強制収容所から移送されてきたブロネクたちユダヤ人6000人はバルト海のリューべック湾に浮かぶ、豪華客船カップ・アルコナ号に乗せられた。これで助かる、自由になれると彼らは希望をもっただろう。
が、しかし、味方であったはずの連合軍、イギリス軍の爆撃機による攻撃を受け、客船はタイタニックさながら沈没。海に飛び込んで生還した収容者はごく僅かしかいなかった。ブロネクは、海に浮かぶ小さな木片を見つけ、裸になってこれにつかまり九死に一生を得た。
1975年の機密解除により、イギリス空軍が船を沈没させたことは明らかになったが、その理由は今もまだ謎のままだという。
カップ・アルコナ号沈没は、海洋史上三番目という大惨事だったにもかかわらず、私も本書を読むまでその詳細を知らなかった。ブロネクはここでも生き証人としてその体験を克明に書き残したのだ。
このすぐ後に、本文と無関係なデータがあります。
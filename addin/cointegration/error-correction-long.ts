/**
 * The error-correction model's lag choice on long series from cross products
 * (regression/window-design.ts) instead of a Householder QR of the n x (2 + 2 pmax) design,
 * which at a million rows and Schwert's 120 lags is 1.9 GB and O(n p^2) work. Every column is
 * a window of the lagged error u or of the changes of y or x, so the cross products cost O(n)
 * per distinct shift.
 *
 * With X'X = L L' and z_y = L^{-1} X'Δy, z_x = L^{-1} X'Δx, the residual cross products of the
 * model on the first j columns are Δy'Δy - sum_{i<j} z_y,i^2, Δx'Δx - sum z_x,i^2 and
 * Δy'Δx - sum z_y,i z_x,i (the tails of Q'Δy and Q'Δx in the QR route). The changes are first
 * freed of their means (a shift in the span of the constant, so these sums do not change).
 * The chosen model is fitted here too where its design would be large (errorCorrectionFitByGram),
 * else by QR (error-correction.ts).
 */
import { choleskyFactor, forwardSolve, refinedLeastSquares } from '../regression/refined-least-squares';
import { WindowDesign, type WindowColumn } from '../regression/window-design';

/** Rows times columns squared above which the cross-product route pays for itself (as the ADF's). */
export const ECM_GRAM_WORK = 5e7;

/** Pivots keeping no more than this share of their column's sum of squares stop the route (QR then answers). */
const PIVOT_FLOOR = 1e-13;

/** A copy of the changes of v (index t holds v[t] - v[t-1], t >= 1) less their mean. */
function centredChanges(v: ArrayLike<number>): Float64Array {
  const T = v.length;
  const out = new Float64Array(T);
  let mean = 0;
  for (let t = 1; t < T; t++) mean += v[t] - v[t - 1];
  mean = T > 1 ? mean / (T - 1) : 0;
  for (let t = 1; t < T; t++) out[t] = v[t] - v[t - 1] - mean;
  return out;
}

/**
 * System-AIC choice of p in 0..pmax on the common sample of pmax (rows pmax + 1 .. T - 1), the
 * criterion of error-correction.ts; null where the cross products cannot separate every column.
 */
export function chooseEcmLagsByGram(y: ArrayLike<number>, x: ArrayLike<number>, u: ArrayLike<number>, pmax: number): number | null {
  const T = y.length;
  const from = pmax + 1;
  const n = T - from;
  const U = 0;
  const DY = 1;
  const DX = 2;
  const columns: WindowColumn[] = [{ source: U, offset: from - 1 }, { source: -1, offset: 0 }];
  for (let i = 1; i <= pmax; i++) columns.push({ source: DY, offset: from - i }, { source: DX, offset: from - i });
  const design = new WindowDesign([Float64Array.from(u), centredChanges(y), centredChanges(x)], columns, n);
  const dy = { source: DY, offset: from };
  const dx = { source: DX, offset: from };
  const { xtx, xty } = design.gram([dy, dx]);
  const k = columns.length;
  const L = choleskyFactor(xtx, k, k, PIVOT_FLOOR);
  if (L === null) return null;
  const zy = xty[0];
  const zx = xty[1];
  forwardSolve(L, k, k, zy);
  forwardSolve(L, k, k, zx);
  let syy = design.dot(dy, dy);
  let sxx = design.dot(dx, dx);
  let sxy = design.dot(dy, dx);
  let best = 0;
  let bestAic = Infinity;
  let used = 0;
  for (let p = 0; p <= pmax; p++) {
    const size = 2 + 2 * p;
    for (; used < size; used++) {
      syy -= zy[used] * zy[used];
      sxx -= zx[used] * zx[used];
      sxy -= zy[used] * zx[used];
    }
    const det = (syy * sxx - sxy * sxy) / (n * n);
    const aic = n * Math.log(det) + 2 * 2 * size;
    if (aic < bestAic) {
      bestAic = aic;
      best = p;
    }
  }
  return best;
}

/** Smallest share of its column's sum of squares each pivot must keep for the standard errors to be read from the factor. */
const FIT_PIVOT_FLOOR = 1e-2;
/** The last refinement step may move each coefficient by at most this share of its standard error (or of itself, if larger). */
const FIT_TOLERANCE = 1e-12;

/** What the report reads of each equation's fit (the fields of LeastSquaresFit it uses). */
export interface EcmEquationFit {
  coefficients: Float64Array;
  standardErrors: Float64Array;
  tValues: Float64Array;
  dfResid: number;
  rSquared: number;
  nobs: number;
}

/**
 * Both equations with p lags on rows p + 1 .. T - 1, columns [u_{t-1}, 1, Δy_{t-1}, Δx_{t-1}, ...],
 * from the cross products of the design as it stands (not centred, so every coefficient and
 * standard error is the QR route's own): one Cholesky, each equation refined from its true
 * residuals, standard errors from sigma^2 (L L')^{-1}. Null where a pivot keeps less than
 * FIT_PIVOT_FLOOR of its column or a refinement does not settle (the caller fits by QR).
 */
export function errorCorrectionFitByGram(y: ArrayLike<number>, x: ArrayLike<number>, u: ArrayLike<number>, p: number): { y: EcmEquationFit; x: EcmEquationFit } | null {
  const T = y.length;
  const from = p + 1;
  const n = T - from;
  const changes = (v: ArrayLike<number>): Float64Array => {
    const out = new Float64Array(T);
    for (let t = 1; t < T; t++) out[t] = v[t] - v[t - 1];
    return out;
  };
  const dy = changes(y);
  const dx = changes(x);
  const columns: WindowColumn[] = [{ source: 0, offset: from - 1 }, { source: -1, offset: 0 }];
  for (let i = 1; i <= p; i++) columns.push({ source: 1, offset: from - i }, { source: 2, offset: from - i });
  const k = columns.length;
  if (n - k < 1) return null;
  const design = new WindowDesign([Float64Array.from(u), dy, dx], columns, n);
  const { xtx } = design.gram();
  const L = choleskyFactor(xtx, k, k, FIT_PIVOT_FLOOR);
  if (L === null) return null;
  // Diagonal of (L L')^{-1} = L^{-T} L^{-1}: entry j is the sum of squares of column j of L^{-1}.
  const inverseDiagonal = new Float64Array(k);
  const e = new Float64Array(k);
  for (let j = 0; j < k; j++) {
    e.fill(0);
    e[j] = 1;
    forwardSolve(L, k, k, e); // column j of L^{-1}
    for (let i = 0; i < k; i++) inverseDiagonal[j] += e[i] * e[i];
  }
  const equation = (response: Float64Array): EcmEquationFit | null => {
    const window = response.subarray(from, from + n);
    const fit = refinedLeastSquares(design, L, k, window);
    if (fit === null || !(fit.ssr > 0)) return null;
    const dfResid = n - k;
    const sigma2 = fit.ssr / dfResid;
    const standardErrors = new Float64Array(k);
    const tValues = new Float64Array(k);
    for (let j = 0; j < k; j++) {
      standardErrors[j] = Math.sqrt(sigma2 * inverseDiagonal[j]);
      tValues[j] = fit.coefficients[j] / standardErrors[j];
      if (!(Math.abs(fit.lastCorrection[j]) <= FIT_TOLERANCE * Math.max(Math.abs(fit.coefficients[j]), standardErrors[j]))) return null;
    }
    let mean = 0;
    for (let t = 0; t < n; t++) mean += window[t];
    mean /= n;
    let tss = 0;
    for (let t = 0; t < n; t++) tss += (window[t] - mean) ** 2;
    return { coefficients: fit.coefficients, standardErrors, tValues, dfResid, rSquared: tss > 0 ? 1 - fit.ssr / tss : 0, nobs: n };
  };
  const fitY = equation(dy);
  const fitX = fitY === null ? null : equation(dx);
  return fitY === null || fitX === null ? null : { y: fitY, x: fitX };
}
本書を読み終え、思ったことがある。私はまだポーランドを旅したことがない。が、いつかは負の遺産・アウシュヴィッツも見ておくべきだろう、と。
【書籍紹介】
アウシュヴィッツの歯科医
著者:ベンジャミン・ジェイコブス
発行:紀伊國屋書店
1941年、ポーランドの小さな村のユダヤ人家庭で暮らしていた21歳の青年がナチス・ドイツの強制収容所へ送られる。歯科医の勉強を始めて1年目の彼に、母は歯の治療用具箱を持っていくよう強く勧めた。その箱が、のちのち自分と家族の命を救うことになるとは、そのときは思いもしなかった。